It took the medieval Cosmological Argument (CA) of the Kalam School2 three centuries to ripen. Then it sank into a long oblivion of thousands of years. This misfortune was caused by the very man who started the argument, Aristotle (384–322 B.C.). The Greek philosopher was well aware that actual infinites do not exist. He knew they only exist in the mind of the mathematician; but he believed without any practical reason that he was permitted to exempt time from this rule. He disbelieved in the real existence of time, and I have summed up his superstition with the following poem:
The past we forget
the future is not yet
the present is their joint
but it is just a point
Hence he believed that there is nothing real in time—it exists in the imagination.
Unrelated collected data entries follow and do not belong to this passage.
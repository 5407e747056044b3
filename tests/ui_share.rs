//! The plan on every diver's phone: the QR code on the Turns page and the buddy view,
//! drawn by the real UI (software renderer, 360 × 640, text at 1.3), must read back as
//! the plan's text with an independent decoder (`rqrr`, crates.io), and must only be
//! there while the turns are. "Copy plan as text" never panics without a clipboard.

use std::rc::Rc;

use i_slint_backend_testing::{ElementHandle, TestingBackend, TestingBackendOptions};
use slint::ComponentHandle;
use slint::platform::{Key, WindowEvent};
use turnsheet::app::adapters::refresh_all;
use turnsheet::app::clock::{Clock, ManualClock};
use turnsheet::app::nav::Screen;
use turnsheet::app::qr_image::{QUIET_ZONE, qr_matrix};
use turnsheet::app::ui::PlanQrAdapter;
use turnsheet::app::{App, CLOCK_WATCH};
use turnsheet::i18n::{Language, tr};

/// 3 December 2026, 09:00 UTC.
const MORNING: i64 = 1_796_288_400;

fn software_backend() {
    slint::platform::set_platform(Box::new(TestingBackend::new(TestingBackendOptions {
        mock_time: true,
        threading: false,
        renderer_name: Some("software".into()),
    })))
    .unwrap();
}

/// A window as narrow as a small phone and tall enough that the Turns page's buttons
/// below the turns are inside it (queries only see elements inside their clip).
fn tall(app: &App) {
    app.window
        .window()
        .set_size(slint::LogicalSize::new(360.0, 4000.0));
}

/// The small phone itself: 360 × 640.
fn phone(app: &App) {
    app.window
        .window()
        .set_size(slint::LogicalSize::new(360.0, 640.0));
}

/// A small phone with large text, past the cautions, with `divers` divers.
fn small_phone(dir: &std::path::Path, clock: &ManualClock, divers: usize) -> App {
    let app = App::with_clock(dir, Rc::new(clock.clone())).unwrap();
    app.set_font_scale(1.3);
    tall(&app);
    app.window.show().unwrap();
    {
        let mut s = app.session.borrow_mut();
        s.acknowledge_cautions();
        while s.team.len() < divers {
            s.add_diver();
        }
        s.go(Screen::Turns);
    }
    refresh_all(&app.window, &app.session.borrow());
    app
}

/// Every start and stage start read on the gauge now.
fn read_every_gauge(app: &App) {
    {
        let mut s = app.session.borrow_mut();
        s.begin_action();
        let now = s.now();
        for i in 0..s.team.len() {
            s.confirm_start(i);
            if s.team.input().divers[i].stage.is_some() {
                s.team.mark_stage_read(i, now);
            }
        }
    }
    refresh_all(&app.window, &app.session.borrow());
}

fn count(app: &App, label: &str) -> usize {
    ElementHandle::find_by_accessible_label(&app.window, label).count()
}

fn press(app: &App, label: &str) {
    ElementHandle::find_by_accessible_label(&app.window, label)
        .next()
        .unwrap_or_else(|| panic!("no {label:?}"))
        .invoke_accessible_default_action();
}

/// Every QR code `rqrr` finds in a grey picture, decoded.
fn decode(w: usize, h: usize, luma: impl Fn(usize, usize) -> u8) -> Vec<String> {
    let mut img = rqrr::PreparedImage::prepare_from_greyscale(w, h, luma);
    img.detect_grids()
        .into_iter()
        .filter_map(|g| g.decode().ok().map(|(_, text)| text))
        .collect()
}

/// The QR codes on the window as drawn.
fn decode_screen(app: &App) -> Vec<String> {
    let shot = app.window.window().take_snapshot().unwrap();
    let (w, h) = (shot.width() as usize, shot.height() as usize);
    let px = shot.as_slice();
    decode(w, h, |x, y| {
        let p = px[y * w + x];
        ((p.r as u32 * 30 + p.g as u32 * 59 + p.b as u32 * 11) / 100) as u8
    })
}

/// The QR code the adapter hands to the view.
fn decode_adapter(app: &App) -> Vec<String> {
    let image = app.window.global::<PlanQrAdapter>().get_code();
    let buf = image.to_rgb8().expect("an RGB picture");
    let (w, h) = (buf.width() as usize, buf.height() as usize);
    let px = buf.as_slice();
    decode(w, h, |x, y| px[y * w + x].r)
}

fn plan_text(app: &App) -> String {
    app.session.borrow().plan_text().expect("turns are shown")
}

#[test]
fn the_qr_code_reads_back_as_the_plan_and_only_while_turns_are_shown() {
    software_backend();
    let dir = tempfile::tempdir().unwrap();
    let clock = ManualClock::at(MORNING);
    let app = small_phone(dir.path(), &clock, 3);

    // Starts not read: no code, no copy, on the Turns page or the buddy view.
    assert_eq!(count(&app, "show plan QR code"), 0);
    assert_eq!(count(&app, "copy plan as text"), 0);
    app.session.borrow_mut().open_plan_qr();
    refresh_all(&app.window, &app.session.borrow());
    assert!(!app.window.global::<PlanQrAdapter>().get_open());

    read_every_gauge(&app);
    assert_eq!(count(&app, "show plan QR code"), 1);
    press(&app, "show plan QR code");
    phone(&app);
    assert!(app.window.global::<PlanQrAdapter>().get_open());
    let text = plan_text(&app);
    assert_eq!(decode_adapter(&app), vec![text.clone()]);
    assert_eq!(decode_screen(&app), vec![text.clone()], "the code as drawn");
    // The text names each diver with the turn the Turns page shows.
    for d in &app.session.borrow().team.plan().divers {
        assert!(
            text.contains(&format!("{}: start", d.name)),
            "{}: {text}",
            d.name
        );
    }
    // Drawn large enough for a camera: most of the width of a 360 px phone.
    let code = ElementHandle::find_by_accessible_label(&app.window, "plan QR code")
        .next()
        .unwrap();
    assert!(code.size().width >= 250.0, "{:?}", code.size());
    assert_eq!(code.accessible_value().unwrap_or_default(), text.as_str());

    // Back closes the code first; the Turns page stays.
    let w = app.window.window();
    w.dispatch_event(WindowEvent::KeyPressed {
        text: Key::Escape.into(),
    });
    w.dispatch_event(WindowEvent::KeyReleased {
        text: Key::Escape.into(),
    });
    assert!(!app.window.global::<PlanQrAdapter>().get_open());
    assert_eq!(app.session.borrow().page(), Screen::Turns);

    // The buddy view has it too (at the foot of the screen, inside a small phone).
    press(&app, "Buddy view");
    assert_eq!(app.session.borrow().page(), Screen::Buddy);
    press(&app, "show plan QR code");
    assert_eq!(
        decode_screen(&app),
        vec![plan_text(&app)],
        "on the buddy view"
    );
    // Three hours later the starts are no reading of this dive: the code goes with
    // the turns, even with nobody touching the phone.
    clock.advance(3 * 3600 + 60);
    i_slint_backend_testing::mock_elapsed_time(CLOCK_WATCH);
    slint::platform::update_timers_and_animations();
    assert!(clock.now() > MORNING);
    assert!(!app.window.global::<PlanQrAdapter>().get_open());
    assert_eq!(count(&app, "show plan QR code"), 0);
    assert!(decode_screen(&app).is_empty());
}

#[test]
fn six_divers_fit_one_code_that_reads_back_on_a_small_phone() {
    software_backend();
    let dir = tempfile::tempdir().unwrap();
    let clock = ManualClock::at(MORNING);
    let app = small_phone(dir.path(), &clock, 6);
    read_every_gauge(&app);
    let text = plan_text(&app);
    let m = qr_matrix(&text).expect("one code");
    let drawn = ElementHandle::find_by_accessible_label(&app.window, "show plan QR code").count();
    assert_eq!(drawn, 1);
    press(&app, "show plan QR code");
    phone(&app);
    let code = ElementHandle::find_by_accessible_label(&app.window, "plan QR code")
        .next()
        .unwrap();
    let per_module = code.size().width / (m.modules + 2 * QUIET_ZONE) as f32;
    println!(
        "six divers: {} bytes of text, QR version {}, {} × {} modules ({} with the quiet zone), {:.1} px per module at 360 px wide\n{text}",
        text.len(),
        m.version,
        m.modules,
        m.modules,
        m.modules + 2 * QUIET_ZONE,
        per_module
    );
    // Our own limits: a version a phone camera reads from a screen at arm's length, and
    // at least 3 logical pixels (about 8 device pixels on a phone) per module.
    assert!(m.version <= 20, "version {}", m.version);
    assert!(per_module >= 3.0, "{per_module} px per module");
    assert_eq!(decode_screen(&app), vec![text]);
    // In every language the same team still fits one code of at most version 20.
    for l in Language::ALL {
        app.set_system_language(l);
        let text = plan_text(&app);
        let m = qr_matrix(&text).expect("one code");
        println!("{l:?}: {} bytes, QR version {}", text.len(), m.version);
        assert!(m.version <= 20, "{l:?}: version {}\n{text}", m.version);
    }
}

/// The caption over a code.
const CAPTION: &str = "Point a phone camera at the code: it reads the plan as plain text, with no app and no network.";

#[test]
fn the_code_and_its_caption_speak_the_screen_language() {
    software_backend();
    let dir = tempfile::tempdir().unwrap();
    let clock = ManualClock::at(MORNING);
    let app = small_phone(dir.path(), &clock, 3);
    read_every_gauge(&app);
    let english = plan_text(&app);
    for l in [Language::German, Language::French, Language::Spanish] {
        app.set_system_language(l);
        app.session.borrow_mut().open_plan_qr();
        refresh_all(&app.window, &app.session.borrow());
        let a = app.window.global::<PlanQrAdapter>();
        assert!(a.get_open(), "{l:?}");
        let caption = a.get_caption().to_string();
        assert_eq!(caption, tr(CAPTION), "{l:?}");
        assert_ne!(caption, CAPTION, "{l:?}: the caption is English");
        // The code reads back as the plan in the diver's words, letters like "ü" and
        // "é" included.
        let text = plan_text(&app);
        assert_eq!(decode_adapter(&app), vec![text.clone()], "{l:?}");
        for (ours, en) in text.lines().zip(english.lines()) {
            assert_ne!(ours, en, "{l:?}: an English line");
        }
        app.session.borrow_mut().close_plan_qr();
    }
}

#[test]
fn copying_without_a_clipboard_says_so() {
    software_backend();
    let dir = tempfile::tempdir().unwrap();
    let clock = ManualClock::at(MORNING);
    let app = small_phone(dir.path(), &clock, 3);
    read_every_gauge(&app);
    assert_eq!(count(&app, "copy plan as text"), 1);
    press(&app, "copy plan as text");
    let msg = app.session.borrow().status.text();
    let headless =
        std::env::var_os("DISPLAY").is_none() && std::env::var_os("WAYLAND_DISPLAY").is_none();
    if headless {
        assert!(
            msg.contains("The plan could not be copied: no clipboard is available here"),
            "{msg}"
        );
    } else {
        assert!(
            msg.contains("Plan copied") || msg.contains("could not be copied"),
            "{msg}"
        );
    }
}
The second factor that buried the Kalam Cosmological Argument for so many years was the great respect for Aristotle among the thinkers of the Middle Ages. The CA was regarded as a revolt against Aristotle’s garbled thinking about time. And it was so indeed. The modern view is that everything exists which is measurable, and that there is no other parameter that may be measured with greater precision than time. It is, moreover, a fact of life that there is no other parameter that kills more cruelly than the lapse of time—aging.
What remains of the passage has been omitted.